---------- Input ----------
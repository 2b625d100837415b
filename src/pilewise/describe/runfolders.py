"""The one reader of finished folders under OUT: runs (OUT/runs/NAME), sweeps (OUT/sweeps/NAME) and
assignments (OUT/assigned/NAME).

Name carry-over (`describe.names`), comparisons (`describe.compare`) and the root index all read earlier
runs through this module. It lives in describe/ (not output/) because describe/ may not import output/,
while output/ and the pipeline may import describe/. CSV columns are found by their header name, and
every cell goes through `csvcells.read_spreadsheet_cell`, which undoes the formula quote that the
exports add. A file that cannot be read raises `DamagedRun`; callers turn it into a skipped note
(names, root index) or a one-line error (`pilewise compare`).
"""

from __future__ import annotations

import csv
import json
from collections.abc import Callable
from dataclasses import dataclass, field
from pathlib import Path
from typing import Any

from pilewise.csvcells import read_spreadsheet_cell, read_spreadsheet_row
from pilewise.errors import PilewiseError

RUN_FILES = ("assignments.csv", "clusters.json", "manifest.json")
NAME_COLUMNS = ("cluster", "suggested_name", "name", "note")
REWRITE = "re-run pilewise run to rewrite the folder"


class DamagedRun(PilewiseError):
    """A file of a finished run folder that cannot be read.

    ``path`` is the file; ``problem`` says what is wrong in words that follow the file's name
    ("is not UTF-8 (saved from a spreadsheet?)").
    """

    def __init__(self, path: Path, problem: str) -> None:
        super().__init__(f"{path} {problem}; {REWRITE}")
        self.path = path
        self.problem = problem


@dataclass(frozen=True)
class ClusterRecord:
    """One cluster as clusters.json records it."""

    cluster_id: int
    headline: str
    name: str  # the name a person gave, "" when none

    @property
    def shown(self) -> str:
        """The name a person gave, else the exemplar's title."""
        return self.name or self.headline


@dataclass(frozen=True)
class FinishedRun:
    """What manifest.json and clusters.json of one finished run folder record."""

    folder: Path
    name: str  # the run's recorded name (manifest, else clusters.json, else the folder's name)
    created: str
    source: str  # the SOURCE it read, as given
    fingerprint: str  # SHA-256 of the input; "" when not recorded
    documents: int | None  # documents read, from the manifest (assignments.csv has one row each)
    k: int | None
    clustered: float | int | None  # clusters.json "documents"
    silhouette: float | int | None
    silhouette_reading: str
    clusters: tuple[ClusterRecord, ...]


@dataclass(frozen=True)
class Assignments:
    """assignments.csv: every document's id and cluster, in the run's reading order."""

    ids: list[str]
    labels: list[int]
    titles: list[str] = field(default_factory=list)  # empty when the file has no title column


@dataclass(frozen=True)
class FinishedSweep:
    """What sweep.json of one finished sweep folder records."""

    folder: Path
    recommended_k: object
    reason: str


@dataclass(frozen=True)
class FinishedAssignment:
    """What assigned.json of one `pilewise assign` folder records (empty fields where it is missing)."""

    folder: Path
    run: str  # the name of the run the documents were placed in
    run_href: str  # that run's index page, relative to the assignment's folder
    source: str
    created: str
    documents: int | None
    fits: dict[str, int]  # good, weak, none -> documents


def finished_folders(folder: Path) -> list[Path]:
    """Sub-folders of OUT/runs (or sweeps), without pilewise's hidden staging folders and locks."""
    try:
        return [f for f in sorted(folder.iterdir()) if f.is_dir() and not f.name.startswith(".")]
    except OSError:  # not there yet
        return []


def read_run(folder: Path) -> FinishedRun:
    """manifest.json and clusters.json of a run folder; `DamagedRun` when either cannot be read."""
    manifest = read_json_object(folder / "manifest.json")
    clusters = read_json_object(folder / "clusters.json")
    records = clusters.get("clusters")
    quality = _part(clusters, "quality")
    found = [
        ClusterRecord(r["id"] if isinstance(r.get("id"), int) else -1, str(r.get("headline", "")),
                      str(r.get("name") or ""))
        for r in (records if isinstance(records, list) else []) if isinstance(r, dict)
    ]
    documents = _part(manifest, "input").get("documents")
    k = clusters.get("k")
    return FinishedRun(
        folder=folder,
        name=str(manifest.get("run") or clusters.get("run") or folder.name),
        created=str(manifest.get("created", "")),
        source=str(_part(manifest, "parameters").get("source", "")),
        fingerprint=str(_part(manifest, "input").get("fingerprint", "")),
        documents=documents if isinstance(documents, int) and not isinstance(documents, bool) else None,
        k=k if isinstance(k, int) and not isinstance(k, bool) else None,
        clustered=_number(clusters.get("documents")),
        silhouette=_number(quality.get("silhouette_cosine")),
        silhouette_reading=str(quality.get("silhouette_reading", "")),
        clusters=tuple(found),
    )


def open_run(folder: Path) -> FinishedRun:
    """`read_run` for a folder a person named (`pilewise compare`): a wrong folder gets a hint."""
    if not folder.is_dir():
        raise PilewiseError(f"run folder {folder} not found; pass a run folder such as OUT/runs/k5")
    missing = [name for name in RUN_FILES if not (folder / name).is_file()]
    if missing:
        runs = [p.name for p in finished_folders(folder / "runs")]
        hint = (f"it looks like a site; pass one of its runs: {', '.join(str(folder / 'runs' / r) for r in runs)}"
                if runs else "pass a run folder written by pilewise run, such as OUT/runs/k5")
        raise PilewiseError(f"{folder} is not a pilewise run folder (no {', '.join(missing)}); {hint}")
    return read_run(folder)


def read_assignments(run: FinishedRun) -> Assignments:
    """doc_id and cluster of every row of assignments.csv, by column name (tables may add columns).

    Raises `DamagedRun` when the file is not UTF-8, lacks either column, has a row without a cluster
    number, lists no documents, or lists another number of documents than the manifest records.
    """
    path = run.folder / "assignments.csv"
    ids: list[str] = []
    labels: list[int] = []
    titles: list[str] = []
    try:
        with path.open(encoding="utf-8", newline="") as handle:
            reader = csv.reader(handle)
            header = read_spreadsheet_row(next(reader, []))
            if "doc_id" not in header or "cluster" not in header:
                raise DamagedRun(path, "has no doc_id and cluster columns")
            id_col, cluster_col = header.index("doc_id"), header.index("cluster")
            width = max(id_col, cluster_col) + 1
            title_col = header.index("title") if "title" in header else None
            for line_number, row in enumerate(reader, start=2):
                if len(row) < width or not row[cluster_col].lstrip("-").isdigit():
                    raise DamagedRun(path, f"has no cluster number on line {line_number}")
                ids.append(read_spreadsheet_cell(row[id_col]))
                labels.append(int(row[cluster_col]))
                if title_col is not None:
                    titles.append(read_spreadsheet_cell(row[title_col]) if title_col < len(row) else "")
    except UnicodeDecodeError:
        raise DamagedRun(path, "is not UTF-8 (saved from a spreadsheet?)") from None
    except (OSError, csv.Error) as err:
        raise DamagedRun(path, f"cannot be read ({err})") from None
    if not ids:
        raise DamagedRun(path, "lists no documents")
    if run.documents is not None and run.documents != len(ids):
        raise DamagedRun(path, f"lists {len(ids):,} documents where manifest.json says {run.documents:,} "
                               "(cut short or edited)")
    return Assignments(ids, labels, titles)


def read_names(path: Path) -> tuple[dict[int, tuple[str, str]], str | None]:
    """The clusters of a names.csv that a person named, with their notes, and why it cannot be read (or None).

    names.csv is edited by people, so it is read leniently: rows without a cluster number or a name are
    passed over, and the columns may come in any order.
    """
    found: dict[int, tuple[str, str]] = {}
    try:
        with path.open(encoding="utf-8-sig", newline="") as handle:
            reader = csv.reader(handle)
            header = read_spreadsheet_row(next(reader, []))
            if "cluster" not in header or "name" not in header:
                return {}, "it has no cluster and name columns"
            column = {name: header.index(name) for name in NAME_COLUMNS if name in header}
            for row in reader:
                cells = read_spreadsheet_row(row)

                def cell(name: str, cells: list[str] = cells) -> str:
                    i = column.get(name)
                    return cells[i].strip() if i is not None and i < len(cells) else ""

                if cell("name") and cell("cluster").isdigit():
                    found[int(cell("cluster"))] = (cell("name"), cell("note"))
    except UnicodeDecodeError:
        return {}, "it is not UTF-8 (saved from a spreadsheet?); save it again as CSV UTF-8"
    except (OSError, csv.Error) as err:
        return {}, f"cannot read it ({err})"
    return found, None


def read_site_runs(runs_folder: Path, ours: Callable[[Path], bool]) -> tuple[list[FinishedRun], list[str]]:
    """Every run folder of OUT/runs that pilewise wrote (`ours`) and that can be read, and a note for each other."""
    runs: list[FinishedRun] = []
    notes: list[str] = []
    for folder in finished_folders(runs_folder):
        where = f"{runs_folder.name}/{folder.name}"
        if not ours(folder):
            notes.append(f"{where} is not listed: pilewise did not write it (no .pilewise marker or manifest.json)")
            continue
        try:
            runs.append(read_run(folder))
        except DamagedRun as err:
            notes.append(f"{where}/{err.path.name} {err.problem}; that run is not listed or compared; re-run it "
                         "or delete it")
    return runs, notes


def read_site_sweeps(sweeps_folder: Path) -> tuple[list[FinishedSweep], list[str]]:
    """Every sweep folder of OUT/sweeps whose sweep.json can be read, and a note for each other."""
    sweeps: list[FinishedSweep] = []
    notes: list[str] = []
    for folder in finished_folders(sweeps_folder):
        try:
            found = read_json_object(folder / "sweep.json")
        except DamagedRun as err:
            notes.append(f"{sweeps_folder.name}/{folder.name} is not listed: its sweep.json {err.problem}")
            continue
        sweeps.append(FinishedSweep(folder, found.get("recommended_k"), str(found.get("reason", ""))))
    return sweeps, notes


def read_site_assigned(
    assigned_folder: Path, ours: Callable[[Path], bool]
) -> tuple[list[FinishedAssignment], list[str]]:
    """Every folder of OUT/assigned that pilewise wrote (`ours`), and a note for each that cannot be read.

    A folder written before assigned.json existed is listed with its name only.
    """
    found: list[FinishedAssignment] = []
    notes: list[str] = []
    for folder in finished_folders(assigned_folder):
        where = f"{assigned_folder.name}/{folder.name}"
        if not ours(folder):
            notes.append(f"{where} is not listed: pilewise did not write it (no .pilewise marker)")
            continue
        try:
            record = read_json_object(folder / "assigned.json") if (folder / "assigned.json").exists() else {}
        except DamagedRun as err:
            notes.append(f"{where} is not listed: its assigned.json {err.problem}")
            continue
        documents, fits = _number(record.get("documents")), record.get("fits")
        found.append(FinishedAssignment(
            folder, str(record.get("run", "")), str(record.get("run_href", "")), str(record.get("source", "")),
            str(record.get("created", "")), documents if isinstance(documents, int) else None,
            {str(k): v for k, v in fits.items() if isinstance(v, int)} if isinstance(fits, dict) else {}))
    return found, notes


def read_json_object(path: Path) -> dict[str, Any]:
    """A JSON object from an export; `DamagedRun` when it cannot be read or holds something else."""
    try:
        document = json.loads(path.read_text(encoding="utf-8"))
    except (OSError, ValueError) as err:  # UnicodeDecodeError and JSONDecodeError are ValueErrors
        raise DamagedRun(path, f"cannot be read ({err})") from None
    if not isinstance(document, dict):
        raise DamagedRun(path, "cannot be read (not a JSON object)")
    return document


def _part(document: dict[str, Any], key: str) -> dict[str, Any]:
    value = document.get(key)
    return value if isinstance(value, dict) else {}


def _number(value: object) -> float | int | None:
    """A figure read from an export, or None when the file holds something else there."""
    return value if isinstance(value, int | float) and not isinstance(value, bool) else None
----------
▶ _What is being asked_
Select every line above that contains the word "quality", and copy it.

▶ _Exercise solution_
    quality = _part(clusters, "quality")
        silhouette=_number(quality.get("silhouette_cosine")),
        silhouette_reading=str(quality.get("silhouette_reading", "")),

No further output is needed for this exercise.